Suppose you have trained your codec BPE tokenizer and saved it to `output/tokenizer.json` and you want to extend the Mistral-7B-v0.1 tokenizer with its vocabulary, run:
```bash
python -m codec_bpe.extend_tokenizer \
    --existing_tokenizer mistralai/Mistral-7B-v0.1 \
    --codec_bpe_tokenizer output/my_tokenizer \
    --audio_start_token <audio> \ # optional
    --audio_end_token </audio>    # optional
```
This will simply add every token in `output/tokenizer.json` to the `mistralai/Mistral-7B-v0.1` tokenizer as a special token and save a copy of the latter. 

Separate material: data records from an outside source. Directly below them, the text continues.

import { describe, expect, it } from 'vitest';
import type { PairRecord } from '../../server/src/features/records';
import { type Atom, known, read, xyz } from './data/outside-program';
import { S22_DIMERS } from './data/s22-dimers';

/**
 * Real geometries: what is one molecule, what is two, what touches and what clashes. Bond lengths are those of textbooks and of gas-
 * phase structures (from memory), to the digits written; the cluster geometries of S22 are published.
 */

/** Water whose first hydrogen points along (dx, 0, 0) from an oxygen at (x, 0, 0); its O–H there is `bondA` long. */
function water(x: number, dx: 1 | -1, bondA = 0.96): Atom[] {
  return [
    ['O', x, 0, 0],
    ['H', x + dx * bondA, 0, 0],
    ['H', x - dx * 0.24, 0.93, 0],
  ];
}

/** Water that turns its lone pairs to −x and its hydrogens to +x. */
function waterFacing(x: number): Atom[] {
  return [
    ['O', x, 0, 0],
    ['H', x + 0.587, 0.757, 0],
    ['H', x + 0.587, -0.757, 0],
  ];
}

function ammoniaFacing(x: number): Atom[] {
  return [
    ['N', x, 0, 0],
    ['H', x + 0.38, 0.94, 0],
    ['H', x + 0.38, -0.47, 0.814],
    ['H', x + 0.38, -0.47, -0.814],
  ];
}

describe.each(S22_DIMERS.map((dimer) => [dimer.name, dimer] as const))('%s of the S22 set', (_, dimer) => {
  const { fragments, pairs, findings } = read(xyz(dimer.atoms));
  const numbers = dimer.atoms.map((_atom, i) => i + 1);

  it('is two molecules by its bonds', () => {
    expect(fragments.map(({ atoms }) => atoms)).toEqual([numbers.slice(0, dimer.split), numbers.slice(dimer.split)]);
  });

  it(`has its mass centres ${dimer.centresA} A apart`, () => {
    expect(Math.abs(known(pairs[0]!.distanceA) - dimer.centresA)).toBeLessThan(6e-5);
  });

  it(`has its closest contact between atoms ${dimer.closest.atoms.join(' and ')}`, () => {
    const { closest } = pairs[0]!;
    expect(closest.atoms).toEqual(dimer.closest.atoms);
    expect(Math.abs(known(closest.distanceA) - dimer.closest.distanceA)).toBeLessThan(1e-6);
    expect(Math.abs(known(closest.contactRatio) - dimer.closest.ratio)).toBeLessThan(1e-6);
    expect(known(closest.distanceA)).toBeGreaterThan(dimer.shortestA - 5e-5);
  });

  it(`is ${dimer.closest.ratio < 1 ? 'touching' : 'apart'}, no clash, and draws no error or warning`, () => {
    expect(pairs[0]!.contact).toBe(dimer.closest.ratio < 1 ? 'touching' : 'apart');
    expect(findings.filter((finding) => /^(?:error|warning)/.test(finding))).toEqual([]);
  });
});

describe('bonds that must be seen: one molecule each', () => {
  const molecules: [name: string, atoms: Atom[]][] = [
    [
      'F2 1.412',
      [
        ['F', 0, 0, 0],
        ['F', 1.412, 0, 0],
      ],
    ],
    [
      'H2 0.741',
      [
        ['H', 0, 0, 0],
        ['H', 0.741, 0, 0],
      ],
    ],
    [
      'Cl2 1.988',
      [
        ['Cl', 0, 0, 0],
        ['Cl', 1.988, 0, 0],
      ],
    ],
    [
      'N2O4, N–N 1.782',
      [
        ['N', 0, 0, 0],
        ['N', 1.782, 0, 0],
        ['O', -0.46, 1.1, 0],
        ['O', -0.46, -1.1, 0],
        ['O', 2.242, 1.1, 0],
        ['O', 2.242, -1.1, 0],
      ],
    ],
    [
      'FOOF, O–O 1.217 and O–F 1.575',
      [
        ['O', 0, 0, 0],
        ['O', 1.217, 0, 0],
        ['F', -0.522, 1.486, 0],
        ['F', 1.739, 0.057, 1.485],
      ],
    ],
    [
      'triiodide, I–I 2.92 twice',
      [
        ['I', -2.92, 0, 0],
        ['I', 0, 0, 0],
        ['I', 2.92, 0, 0],
      ],
    ],
    [
      'the Zundel cation, O–H 1.2 twice',
      [
        ['H', 0, 0, 0],
        ['O', -1.2, 0, 0],
        ['O', 1.2, 0, 0],
        ['H', -1.5, 0.9, 0],
        ['H', -1.5, -0.9, 0],
        ['H', 1.5, 0, 0.9],
        ['H', 1.5, 0, -0.9],
      ],
    ],
    [
      'bifluoride, F–H 1.14 twice',
      [
        ['F', -1.14, 0, 0],
        ['H', 0, 0, 0],
        ['F', 1.14, 0, 0],
      ],
    ],
    [
      'B2H6, bridges of 1.33',
      [
        ['B', -0.885, 0, 0],
        ['B', 0.885, 0, 0],
        ['H', 0, 0.993, 0],
        ['H', 0, -0.993, 0],
        ['H', -1.48, 0, 1.03],
        ['H', -1.48, 0, -1.03],
        ['H', 1.48, 0, 1.03],
        ['H', 1.48, 0, -1.03],
      ],
    ],
    [
      'dimethylmercury without hydrogens, Hg–C 2.083',
      [
        ['C', -2.083, 0, 0],
        ['Hg', 0, 0, 0],
        ['C', 2.083, 0, 0],
      ],
    ],
  ];
  it.each(molecules)('%s', (_, atoms) => {
    const { fragments } = read(xyz(atoms));
    expect(fragments.map((fragment) => fragment.atoms.length)).toEqual([atoms.length]);
  });
});

describe('distances that are no bonds: two molecules each', () => {
  const clusters: [name: string, atoms: Atom[], sizes: [number, number]][] = [
    ['Na+ and water, Na–O 2.35', [['Na', 0, 0, 0], ...waterFacing(2.35)], [1, 3]],
    [
      'NaCl, 2.36',
      [
        ['Na', 0, 0, 0],
        ['Cl', 2.36, 0, 0],
      ],
      [1, 1],
    ],
    ['Mg2+ and water, Mg–O 1.95', [['Mg', 0, 0, 0], ...waterFacing(1.95)], [1, 3]],
    ['ammonia and ICl, halogen bond N–I 2.7', [['Cl', -2.37, 0, 0], ['I', 0, 0, 0], ...ammoniaFacing(2.7)], [2, 4]],
    ['water and water, H–O 1.7', [...water(0, 1), ...waterFacing(0.96 + 1.7)], [3, 3]],
    ['water and water, H–O 1.8', [...water(0, 1), ...waterFacing(0.96 + 1.8)], [3, 3]],
    ['water and water, H–O 1.9', [...water(0, 1), ...waterFacing(0.96 + 1.9)], [3, 3]],
    ['water and water, H–O 2.0', [...water(0, 1), ...waterFacing(0.96 + 2)], [3, 3]],
    ['water and ammonia, H–N 1.75', [...water(0, 1), ...ammoniaFacing(0.96 + 1.75)], [3, 4]],
    [
      'HF and HF, H–F 1.8',
      [
        ['F', 0, 0, 0],
        ['H', 0.92, 0, 0],
        ['F', 2.72, 0, 0],
        ['H', 3, 0.88, 0],
      ],
      [2, 2],
    ],
    [
      'two argon atoms, 3.76',
      [
        ['Ar', 0, 0, 0],
        ['Ar', 3.76, 0, 0],
      ],
      [1, 1],
    ],
  ];
  it.each(clusters)('%s', (_, atoms, sizes) => {
    expect(read(xyz(atoms)).fragments.map((fragment) => fragment.atoms.length)).toEqual(sizes);
  });
});

const HYDROXIDE: Atom[] = [
  ['O', 0, 0, 0],
  ['H', -0.3, 0.91, 0],
];

/** Pairs with their declared fragments (atoms of the first) and charges. */
type Close = [name: string, atoms: Atom[], split: number, charges: string];

const REAL: Close[] = [
  [
    'LiF, 1.56',
    [
      ['Li', 0, 0, 0],
      ['F', 1.56, 0, 0],
    ],
    1,
    '1 -1',
  ],
  [
    'LiF, 1.56, without charges',
    [
      ['Li', 0, 0, 0],
      ['F', 1.56, 0, 0],
    ],
    1,
    'nan nan',
  ],
  [
    'NaF, 1.93',
    [
      ['Na', 0, 0, 0],
      ['F', 1.93, 0, 0],
    ],
    1,
    '1 -1',
  ],
  ['Be2+ and water, Be–O 1.65', [['Be', 0, 0, 0], ...waterFacing(1.65)], 1, '2 0'],
  ['Zn2+ and ammonia, Zn–N 2.0', [['Zn', 0, 0, 0], ...ammoniaFacing(2)], 1, '2 0'],
  ['F- and water, H–F 1.37', [['F', 0, 0, 0], ...water(1.37 + 1.07, -1, 1.07)], 1, '-1 0'],
  ['OH- and water, H–O 1.40', [...HYDROXIDE, ...water(1.4 + 1.08, -1, 1.08)], 2, '-1 0'],
  [
    'H3O+ and water, H–O 1.48',
    [['O', 0, 0, 0], ['H', 1.03, 0, 0], ['H', -0.35, 0.92, 0], ['H', -0.35, -0.4, 0.83], ...waterFacing(1.03 + 1.48)],
    4,
    '1 0',
  ],
  [
    'Cl- and HCl, H–Cl 1.57',
    [
      ['Cl', 0, 0, 0],
      ['H', 1.57, 0, 0],
      ['Cl', 2.97, 0, 0],
    ],
    1,
    '-1 0',
  ],
];

describe('real short distances between declared fragments are no clash', () => {
  it.each(REAL)('%s', (_, atoms, split, charges) => {
    const pair = closePair(atoms, split, charges);
    expect(pair.contact).toBe('touching');
    expect(pair.advice).not.toBe('repair');
    expect(pair.findings.filter((finding) => finding.startsWith('error'))).toEqual([]);
  });
});

describe('distances that are a mistake', () => {
  const wrong: Close[] = [
    ['two waters, O–O 1.3', [...waterFacing(0), ...water(-1.3, -1)], 3, '0 0'],
    [
      'two argon atoms, 1.9',
      [
        ['Ar', 0, 0, 0],
        ['Ar', 1.9, 0, 0],
      ],
      1,
      '0 0',
    ],
    ['two waters, H–H 1.0', [...water(0, 1), ...water(2.92, -1)], 3, '0 0'],
    ['two waters, H–O 0.6', [...water(0, 1), ...waterFacing(1.56)], 3, '0 0'],
  ];
  it.each(wrong)('%s clashes, and the advice is to repair', (_, atoms, split, charges) => {
    const pair = closePair(atoms, split, charges);
    expect(pair.contact).toBe('clash');
    expect(pair.advice).toBe('repair');
    expect(pair.findings).toContain('error clash');
  });
});

function closePair(atoms: Atom[], split: number, charges: string): PairRecord & { findings: readonly string[] } {
  const range = (from: number, to: number) => (from === to ? String(from) : `${from}-${to}`);
  const lists = `${range(1, split)} ${range(split + 1, atoms.length)}`;
  const { pairs, findings } = read(xyz(atoms, `fragment_atoms="${lists}" fragment_charges="${charges}"`));
  return { ...pairs[0]!, findings };
}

#### Avoiding vocabulary conflicts
If the added codec BPE unicode tokens would conflict with existing tokens in the vocabulary, there are two options to mitigate this:

1. Override the default unicode offset using the `unicode_offset` argument for both `codec_bpe.train_tokenizer` and `codec_bpe.extend_tokenizer`. By default, unicode characters from the [CJK Unified Ideographs](https://symbl.cc/en/unicode-table/#cjk-unified-ideographs) block are used, following the Acoustic BPE paper. You can set `unicode_offset` to a different value to use a different unicode block that doesn't conflict with your existing vocabulary.

2. Use the `use_special_token_format` argument for `codec_bpe.extend_tokenizer`. This wraps each unicode character in each ngram with <>. For example, the 4-gram token "一刁嘂娃" would be converted to a token containing the string "\<一>\<刁>\<嘂>\<娃>". This format is more verbose, but should virtually eliminate the possibility of a vocabulary conflict:
    ```bash
    python -m codec_bpe.extend_tokenizer \
        --existing_tokenizer mistralai/Mistral-7B-v0.1 \
        --codec_bpe_tokenizer output/my_tokenizer \
        --audio_start_token <audio> \ # optional
        --audio_end_token </audio> \  # optional
        --use_special_token_format
    ```
    Then when preparing audio for tokenization with the extended tokenizer, you can pass the same argument to the `codes_to_chars` function:
    ```python
    # convert codes to unicode string
    unicode_str = codes_to_chars(encoded_audio, codebook_size=model.config.codebook_size, use_special_token_format=True)
    ```
    It is unnecessary to pass this argument to `chars_to_codes` - it will automatically detect and remove the special token format before converting back to codes.